L'histoire :
Plutôt bon élève en philosophie, Samuel rend pourtant une copie quasi-vierge le jour de l’épreuve du baccalauréat. A sa décharge, il faut dire que son grand-père maternel (mort en déportation quelques mois avant sa naissance), Yeshkeshel Szpiegelglass, est venu le troubler pendant l’épreuve, en l’empêchant de mener à bien sa réflexion. Un cheminement intellectuel parfumé par les théories de Karl Marx, qui ne fait pas bon ménage avec celui de l’aïeul, constamment dicté par les livres saints et les 613 commandements. Mais peu importe cet échec : Samuel n’a pas l’intention de faire de longues études. Son objectif est plutôt de devenir un révolutionnaire professionnel, pour en finir avec le capitalisme et l’exploitation de l’homme par l’homme. Il milite d’ailleurs activement à l’Organisation des Travailleurs Prolétariens où il a pris le pseudonyme de Prométhée. Aussi, il souhaite désormais en devenir l’un des permanents. Mais Carlos, le secrétaire général du mouvement, ne le voit pas de cet œil là : Samuel doit faire ses preuves en confrontant ses idéaux sur le terrain et en devenant ouvrier. Cependant, les usines qu’il démarche le trouvent soit chétif, soit trop ou pas assez qualifié. Il lui reste néanmoins une solution : intégrer la société de prêt-à-porter de son père. Même si l’idée le répugne au départ, il en devient pourtant le directeur de collection atypique, qui ne tarde pas à s’imaginer faire la révolution par les vêtements...

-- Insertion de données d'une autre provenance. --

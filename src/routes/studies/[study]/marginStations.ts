import type { Station, StationState } from '#lib/contracts/station.ts';

const TITLES: Readonly<Record<Station['key'], string>> = {
	materials: 'Materials',
	names: 'Names',
	overlaps: 'Overlap runs',
	analyses: 'Analyses',
	reports: 'Reports'
};

type Standing = { readonly name: Station['key']; readonly state: StationState; readonly sentence: string };

/** The steps of a study as its margin shows them: where each stands, and the page it leads to. */
export function marginStations(study: string, standings: readonly Standing[]): Station[] {
	return standings.map(({ name, state, sentence }) => ({
		key: name,
		title: TITLES[name],
		fact: sentence,
		state,
		href: `/studies/${study}/${name}`
	}));
}
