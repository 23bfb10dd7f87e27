import { error, fail, redirect } from '@sveltejs/kit';
import type { RequestEvent } from './$types';
import { copyStudyForm, renameStudyForm } from '#lib/contracts/studyForm.ts';
import { parseForm } from '#lib/server/parseForm.ts';
import { can } from '#lib/server/permissions.ts';
import * as studies from '#lib/server/repositories/studies.ts';

const NOT_FOUND = 'No study at this address, or it is not yours to see.';

export async function renameStudy({ params, request, locals }: RequestEvent) {
	const access = await can(locals.user, 'change', { study: params.study });
	const form = await parseForm(request, renameStudyForm);
	if (!form.ok) return fail(400, form);
	await studies.rename(access, form.value);
	redirect(303, `/studies/${params.study}`);
}

/** Whoever may read a study may copy it into a lab where they may make studies. */
export async function copyStudy({ params, request, locals }: RequestEvent) {
	const source = await can(locals.user, 'read', { study: params.study });
	const form = await parseForm(request, copyStudyForm);
	if (!form.ok) return fail(400, form);
	const target = await can(locals.user, 'create', { lab: form.value.lab ?? locals.user?.ownLab ?? '' });
	const original = await studies.find(source);
	if (!original) error(404, NOT_FOUND);
	const made = await studies.copy(source, target, copyTitle(original.title));
	if (!made) error(404, NOT_FOUND);
	redirect(303, `/studies/${made.id}`);
}

export async function removeStudy({ params, locals }: RequestEvent) {
	const access = await can(locals.user, 'delete', { study: params.study });
	await studies.remove(access);
	redirect(303, `/studies?deleted=${params.study}`);
}

const MOST_CHARACTERS = 200;
const SUFFIX = ' (copy)';

function copyTitle(title: string): string {
	return title.slice(0, MOST_CHARACTERS - SUFFIX.length) + SUFFIX;
}
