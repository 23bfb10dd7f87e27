import { error } from '@sveltejs/kit';
import { can } from '#lib/server/permissions.ts';
import * as labs from '#lib/server/repositories/labs.ts';
import * as logLines from '#lib/server/repositories/logLines.ts';
import * as studies from '#lib/server/repositories/studies.ts';
import type { Actions, PageServerLoad } from './$types';
import { copyStudy, removeStudy, renameStudy } from './careActions.server.ts';
import { studyHome } from './studyHome.server.ts';

const LOG_LINES = 3;

export const load: PageServerLoad = async ({ params, locals }) => {
	const access = await can(locals.user, 'read', { study: params.study });
	const study = await studies.find(access);
	if (!study) error(404, 'No study at this address, or it is not yours to see.');
	return {
		question: study.question,
		changedAt: study.changedAt,
		...(await studyHome(access, study.id)),
		// A visitor reads what was found, not who did what when.
		log: access.role === 'visitor' ? [] : await logLines.ofStudy(access, { limit: LOG_LINES }),
		labs: await labsForCopy(locals.user)
	};
};

async function labsForCopy(user: App.Locals['user']) {
	if (user === null) return [];
	const memberships = await labs.ofPerson(await can(user, 'read', { account: user.id }));
	return memberships.filter(({ role }) => role !== 'reader').map(({ id, name }) => ({ id, name }));
}

export const actions: Actions = { rename: renameStudy, copy: copyStudy, remove: removeStudy };
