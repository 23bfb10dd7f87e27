import type { Station } from '#lib/contracts/station.ts';

export type NextAction = { readonly text: string; readonly href: string };

const NEEDS: Readonly<Record<Station['key'], string>> = {
	materials: 'Settle the materials',
	names: 'Settle the names',
	overlaps: 'Look at the overlap run',
	analyses: 'Look at the analysis',
	reports: 'Look at the report'
};

const START: Readonly<Record<Station['key'], string>> = {
	materials: 'Paste a tree',
	names: 'Compare the names',
	overlaps: 'Add a matrix',
	analyses: 'Plan the test',
	reports: 'Save a report'
};

type Standing = Pick<Station, 'key' | 'state' | 'href'>;

/**
 * The one thing to do next: the first step that needs somebody, is out of date or has not begun. Null when all is ready.
 * @param newestFinished - id of the newest finished analysis: a report is saved from it
 */
export function nextAction(stations: readonly Standing[], newestFinished: string | null): NextAction | null {
	const station = stations.find(({ state }) => state !== 'ready');
	if (station === undefined) return null;
	const { key, state, href } = station;
	if (state === 'out-of-date') return { text: 'See what changed', href };
	if (state === 'needs-you') return { text: NEEDS[key], href };
	// A matrix is a material; it is brought where the tree was brought.
	if (key === 'overlaps' || key === 'names') return { text: START.overlaps, href: href.replace(/[^/]+$/, 'materials') };
	if (key === 'reports' && newestFinished !== null)
		return { text: START.reports, href: href.replace(/[^/]+$/, `analyses/${newestFinished}`) };
	return { text: START[key], href: key === 'analyses' ? `${href}/new` : href };
}
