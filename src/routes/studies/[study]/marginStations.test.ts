import { describe, expect, it } from 'vitest';
import { marginStations } from './marginStations.ts';

describe('marginStations', () => {
	// By hand: the station of names in study s1 lives at /studies/s1/names.
	it('leads every step to its own page of the study', () => {
		const [station] = marginStations('s1', [{ name: 'names', state: 'needs-you', sentence: '2 names to decide.' }]);
		expect(station).toEqual({
			key: 'names',
			title: 'Names',
			fact: '2 names to decide.',
			state: 'needs-you',
			href: '/studies/s1/names'
		});
	});

	it('keeps the order of the steps', () => {
		const standings = (['reports', 'materials'] as const).map((name) => ({ name, state: 'ready' as const, sentence: '' }));
		expect(marginStations('s', standings).map(({ key }) => key)).toEqual(['reports', 'materials']);
	});
});
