/** Cookie that carries the address of a new account to the sign-in form. */
export const REGISTERED = 'kithline-registered';
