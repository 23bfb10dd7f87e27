import { MEASURE_NAMES, type Measure } from '#lib/contracts/measure.ts';
import type { Alternative } from '#lib/contracts/plan.ts';
import { treeWords } from './analyses/planWords.ts';

/** A stretch of the sentence; one with `href` leads to where that choice is made. */
export type QuestionPart = { readonly text: string; readonly href?: string };

export type QuestionFacts = {
	readonly study: string;
	/** species that tree and matrix share; null before both are there */
	readonly sharedSpecies: number | null;
	/** of the newest run; null before there is one */
	readonly measure: Measure | null;
	/** the tree set that was asked about last, else the newest, and which of its trees; null before there is one */
	readonly trees: { readonly label: string; readonly treeCount: number; readonly tree: number | 'all' } | null;
	/** the direction that was asked last */
	readonly alternative: Alternative;
};

const FALL: Readonly<Record<Alternative, string>> = { less: 'fall', greater: 'rise', 'two-sided': 'rise or fall' };

/** The question of a study as one sentence, as far as its materials say it; one plain part before there are any. */
export function questionParts({ study, sharedSpecies, measure, trees, alternative }: QuestionFacts): QuestionPart[] {
	const at = (page: string) => `/studies/${study}/${page}`;
	const fall = ` ${FALL[alternative]} with the age of the most recent common ancestor`;
	if (measure === null && trees === null) return [{ text: `Does niche overlap${fall}?` }];
	const across: QuestionPart[] =
		sharedSpecies === null
			? [{ text: 'Does ' }]
			: [
					{ text: 'Across ' },
					{ text: `${sharedSpecies.toLocaleString('en')} shared species`, href: at('names') },
					{ text: ', does ' }
				];
	const overlap: QuestionPart =
		measure === null ? { text: 'niche overlap' } : { text: MEASURE_NAMES[measure], href: at('overlaps') };
	if (trees === null) return [...across, overlap, { text: `${fall}?` }];
	return [...across, overlap, { text: `${fall} on ` }, { text: treesWords(trees), href: at('materials') }, { text: '?' }];
}

/** In the words of the plan: a tree goes by its label there and here. */
function treesWords({ label, treeCount, tree }: NonNullable<QuestionFacts['trees']>): string {
	return treeWords({ label, treeCount }, tree);
}
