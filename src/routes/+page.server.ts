import * as studies from '#lib/server/repositories/studies.ts';
import type { PageServerLoad } from './$types';
import { livePlate } from './livePlate.server.ts';

export const load: PageServerLoad = async ({ locals }) => {
	const [example] = await studies.listExamples();
	const live = await livePlate(locals.user);
	return { live, example: live?.study.id ?? example?.id ?? null };
};
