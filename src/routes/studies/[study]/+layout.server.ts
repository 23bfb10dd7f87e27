import { error } from '@sveltejs/kit';
import { can, mayRole } from '#lib/server/permissions.ts';
import { stations } from '#lib/server/repositories/stations.ts';
import * as studies from '#lib/server/repositories/studies.ts';
import type { LayoutServerLoad } from './$types';
import { marginStations } from './marginStations.ts';

const NOT_FOUND = 'No study at this address, or it is not yours to see.';

export const load: LayoutServerLoad = async ({ params, locals, url }) => {
	const access = await can(locals.user, 'read', { study: params.study });
	const found = await studies.find(access);
	if (!found) error(404, NOT_FOUND);
	const { id, title, isExample, labId, labName } = found;
	const role = access.role === 'system' ? 'visitor' : access.role;
	const may = {
		change: role !== 'visitor' && mayRole(role, 'change', 'study'),
		lead: role === 'lead',
		copy: locals.user !== null
	};
	return {
		study: { id, title, isExample, role, may, lab: { id: labId, name: labName } },
		stations: marginStations(id, await stations(access)),
		// Reading the path makes the margin fresh on every page of the study: what one page changes, the next one shows.
		path: url.pathname
	};
};
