namespace ScanSim.Scenarios;

/// <summary>Position and velocity in the site's local plane: east, north in metres (see <see cref="Track"/>), height above mean sea level.</summary>
/// <remarks>default(TrackState) is a still point at the site's foot on sea level.</remarks>
public readonly record struct TrackState(double EastM, double NorthM, double HeightM, double EastMps, double NorthMps, double UpMps);
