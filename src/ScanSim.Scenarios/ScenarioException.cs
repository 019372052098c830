using System.Collections.Immutable;

namespace ScanSim.Scenarios;

/// <summary>A scenario that cannot be used: all errors of its file; the message has one line for each and is for the user.</summary>
public sealed class ScenarioException(ImmutableArray<ScenarioFault> faults) : Exception(Text(faults))
{
    private const int LinesShown = 200;

    public ImmutableArray<ScenarioFault> Faults { get; } = faults;

    private static string Text(ImmutableArray<ScenarioFault> faults)
    {
        var lines = faults.Take(LinesShown).Select(fault => fault.ToString());
        return string.Join('\n', faults.Length > LinesShown ? lines.Append($"and {faults.Length - LinesShown} more errors") : lines);
    }
}
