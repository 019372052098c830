namespace ScanSim.Scenarios;

/// <summary>A moving target.</summary>
public sealed record Target
{
    /// <summary>Unique; letters, digits, '-', '_' and '.' only ('+' joins ids of targets that share a cell).</summary>
    public required string Id { get; init; }

    /// <summary>What it is, in words ("fishing boat"); free text.</summary>
    public required string Class { get; init; }

    /// <summary>Mean radar cross section.</summary>
    public required double RcsM2 { get; init; }

    /// <summary>Fluctuation case 0 (steady) to 4.</summary>
    public required int FluctuationCase { get; init; }

    public required Track Track { get; init; }
}
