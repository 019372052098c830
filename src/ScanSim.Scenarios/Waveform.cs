using System.Collections.Immutable;

namespace ScanSim.Scenarios;

/// <summary>The pulse and its repetition.</summary>
public sealed record Waveform
{
    /// <summary>Transmitted pulse length.</summary>
    public required double PulseWidthS { get; init; }

    /// <summary>Length after compression; equal to <see cref="PulseWidthS"/> for a plain pulse. Noise bandwidth is 1 / this, energy gain pulse / compressed.</summary>
    public required double CompressedWidthS { get; init; }

    /// <summary>Pulse repetition frequencies; more than one: each dwell uses the next one in turn.</summary>
    public required ImmutableArray<double> PrfHz { get; init; }
}
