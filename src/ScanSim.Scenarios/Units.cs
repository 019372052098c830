using System.Collections.Immutable;

namespace ScanSim.Scenarios;

/// <summary>The units of every dimension, the most usual first; symbols are case-sensitive.</summary>
/// <remarks>
/// Sources: SI prefixes, degree, minute, hour, decibel: BIPM, SI Brochure, 9th ed. (2019), tables 7 and 8. Nautical mile 1852 m
/// and knot: First International Extraordinary Hydrographic Conference, Monaco 1929, kept in SI Brochure, 8th ed., table 8.
/// Foot 0.3048 m and mile 5280 ft: international yard and pound agreement of 1959 (NIST SP 811 (2008), appendix B).
/// </remarks>
public static class Units
{
    private const string Prefix = "SI prefix";
    private const string Foot = "0.3048 m, international foot of 1959";
    private const string NauticalMile = "1852 m, international nautical mile of 1929";

    private static readonly ImmutableArray<Unit> Frequency =
    [
        Unit.Linear("GHz", 1e9, 1, Prefix),
        Unit.Linear("MHz", 1e6, 1, Prefix),
        Unit.Linear("kHz", 1e3, 1, Prefix),
        Unit.Linear("Hz", 1, 1, "SI"),
    ];

    private static readonly ImmutableArray<Unit> Power =
    [
        Unit.Linear("W", 1, 1, "SI"),
        Unit.Linear("kW", 1e3, 1, Prefix),
        Unit.Linear("MW", 1e6, 1, Prefix),
        Unit.Linear("mW", 1, 1e3, Prefix),
        Unit.Decibel("dBW", 0, "decibels over 1 W"),
        Unit.Decibel("dBm", -30, "decibels over 1 mW"),
    ];

    private static readonly ImmutableArray<Unit> Gain = [Unit.Decibel("dBi", 0, "decibels over the isotropic radiator")];

    private static readonly ImmutableArray<Unit> Ratio = [Unit.Decibel("dB", 0, "ten times the decimal logarithm of a power ratio")];

    private static readonly ImmutableArray<Unit> Angle =
    [
        Unit.Linear("deg", Math.PI, 180, "pi/180 rad"),
        Unit.Linear("arcmin", Math.PI, 10_800, "1/60 deg"),
        Unit.Linear("mrad", 1, 1e3, Prefix),
        Unit.Linear("rad", 1, 1, "SI"),
    ];

    private static readonly ImmutableArray<Unit> AngularRate =
    [
        Unit.Linear("rpm", Math.PI, 30, "one turn (2 pi rad) a minute"),
        Unit.Linear("deg/s", Math.PI, 180, "pi/180 rad/s"),
        Unit.Linear("rad/s", 1, 1, "SI"),
    ];

    private static readonly ImmutableArray<Unit> Length =
    [
        Unit.Linear("m", 1, 1, "SI"),
        Unit.Linear("km", 1e3, 1, Prefix),
        Unit.Linear("nmi", 1852, 1, NauticalMile),
        Unit.Linear("ft", 3048, 1e4, Foot),
        Unit.Linear("mi", 1_609_344, 1e3, "5280 ft, statute mile"),
        Unit.Linear("cm", 1, 1e2, Prefix),
    ];

    private static readonly ImmutableArray<Unit> Speed =
    [
        Unit.Linear("m/s", 1, 1, "SI"),
        Unit.Linear("kn", 1852, 3600, "one nautical mile (1852 m) an hour"),
        Unit.Linear("km/h", 1e3, 3600, "1000 m in 3600 s"),
        Unit.Linear("ft/min", 3048, 6e5, "one foot (0.3048 m) a minute"),
    ];

    private static readonly ImmutableArray<Unit> Acceleration = [Unit.Linear("m/s^2", 1, 1, "SI")];

    private static readonly ImmutableArray<Unit> Area =
    [
        Unit.Linear("m^2", 1, 1, "SI"),
        Unit.Decibel("dBsm", 0, "decibels over 1 m^2"),
        Unit.Linear("cm^2", 1, 1e4, Prefix),
    ];

    private static readonly ImmutableArray<Unit> Time =
    [
        Unit.Linear("s", 1, 1, "SI"),
        Unit.Linear("ms", 1, 1e3, Prefix),
        Unit.Linear("us", 1, 1e6, Prefix),
        Unit.Linear("ns", 1, 1e9, Prefix),
        Unit.Linear("min", 60, 1, "60 s"),
        Unit.Linear("h", 3600, 1, "3600 s"),
    ];

    private static readonly ImmutableArray<Unit> Temperature =
    [
        Unit.Linear("K", 1, 1, "SI"),
        Unit.Shifted("degC", 273.15, "degree Celsius: K less 273.15"),
    ];

    public static ImmutableArray<Unit> Of(Dimension dimension) => dimension switch
    {
        Dimension.Frequency => Frequency,
        Dimension.Power => Power,
        Dimension.Gain => Gain,
        Dimension.Ratio => Ratio,
        Dimension.Angle => Angle,
        Dimension.AngularRate => AngularRate,
        Dimension.Length => Length,
        Dimension.Speed => Speed,
        Dimension.Acceleration => Acceleration,
        Dimension.Area => Area,
        Dimension.Time => Time,
        Dimension.Temperature => Temperature,
        _ => throw new ArgumentOutOfRangeException(nameof(dimension), dimension, "not a dimension"),
    };

    /// <summary>The unit with this symbol, or null.</summary>
    public static Unit? Find(Dimension dimension, string symbol) =>
        Of(dimension).FirstOrDefault(unit => string.Equals(unit.Symbol, symbol, StringComparison.Ordinal));

    /// <summary>"angular rate", as it stands in messages.</summary>
    public static string Words(Dimension dimension) => dimension switch
    {
        Dimension.AngularRate => "angular rate",
        Dimension.Ratio => "ratio in decibels",
#pragma warning disable CA1308 // For reading, not for comparing.
        _ => dimension.ToString().ToLowerInvariant(),
#pragma warning restore CA1308
    };

    /// <summary>"W, kW, MW, mW, dBW, dBm".</summary>
    public static string List(Dimension dimension) => string.Join(", ", Of(dimension).Select(unit => unit.Symbol));
}
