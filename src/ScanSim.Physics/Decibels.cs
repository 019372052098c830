namespace ScanSim.Physics;

/// <summary>Power ratios and decibels: 10 lg of a ratio of powers.</summary>
/// <remarks>
/// Source: IEC 60027-3:2002 (level of a power quantity), from memory. Accuracy: relative error of a few 2⁻⁵³, plus for
/// <see cref="ToRatio"/> the rounding of the exponent, |db|·ln 10/10·2⁻⁵³. NaN in, NaN out.
/// </remarks>
public static class Decibels
{
    /// <summary>ln 10 / 10.</summary>
    private const double LogTenPerDecibel = 0.230258509299404568402;

    /// <summary>Ratio of powers of a level in dB. −∞ dB gives 0.</summary>
    public static double ToRatio(double db) => Math.Exp(db * LogTenPerDecibel);

    /// <summary>Level in dB of a ratio of powers. 0 gives −∞; a negative ratio is no ratio of powers and gives NaN.</summary>
    public static double FromRatio(double ratio) => 10.0 * Math.Log10(ratio);
}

Ce qu'on en pense sur la planète BD :
Soyons franc. Ne tournons pas plus longtemps autour du pot : cette adaptation faite de bulles et de cases donne surtout l’envie de se précipiter sur l’œuvre éponyme originale d’Adam Pianko. Loin de nous l’idée de vouloir jeter la moindre pierre au travail graphique de Nicolas Winz : le trait original, de facture nouvelle vague, plutôt vif et habile à transcrire les mouvements ou la judicieuse colorisation, sont des petits « plus » incontestables que l’œil sait apprécier. Mais très rapidement, au bout de quelques planches, et sans même avoir lu le roman publié en 2005, le cadre choisi pour l’adaptation se révèle étriqué. Malgré les quelques 150 pages, la place est insuffisante pour savourer pleinement des dialogues au cordeau ou s’attarder sur quelques uns des personnages qui le méritent amplement. Peut-être la mise en scène souffre-t-elle d’un manque d’ambition. Toujours est il qu’on se régale tout de même à suivre ce jeune lycéen malmené par le poids de l’héritage familiale (la famille juive est décidément une inépuisable source d’inspiration) au moment même où il s’affirme idéologiquement (comme bon nombre de ses camarades) et où il voudrait vivre une sexualité épanouie : une analyse drôle et subtile des conflits intérieurs qui nous hantent parfois et dont on croit pouvoir s’affranchir. La métaphore du pavé qui donne son titre à l’ouvrage est particulièrement bien trouvée et résume à elle seule le cheminement opéré. Un album en demi-teinte, donc, qui loin de desservir le roman d’Adam Pianko n’apporte pas ce petit quelque chose qui fait le sel des adaptations réussies.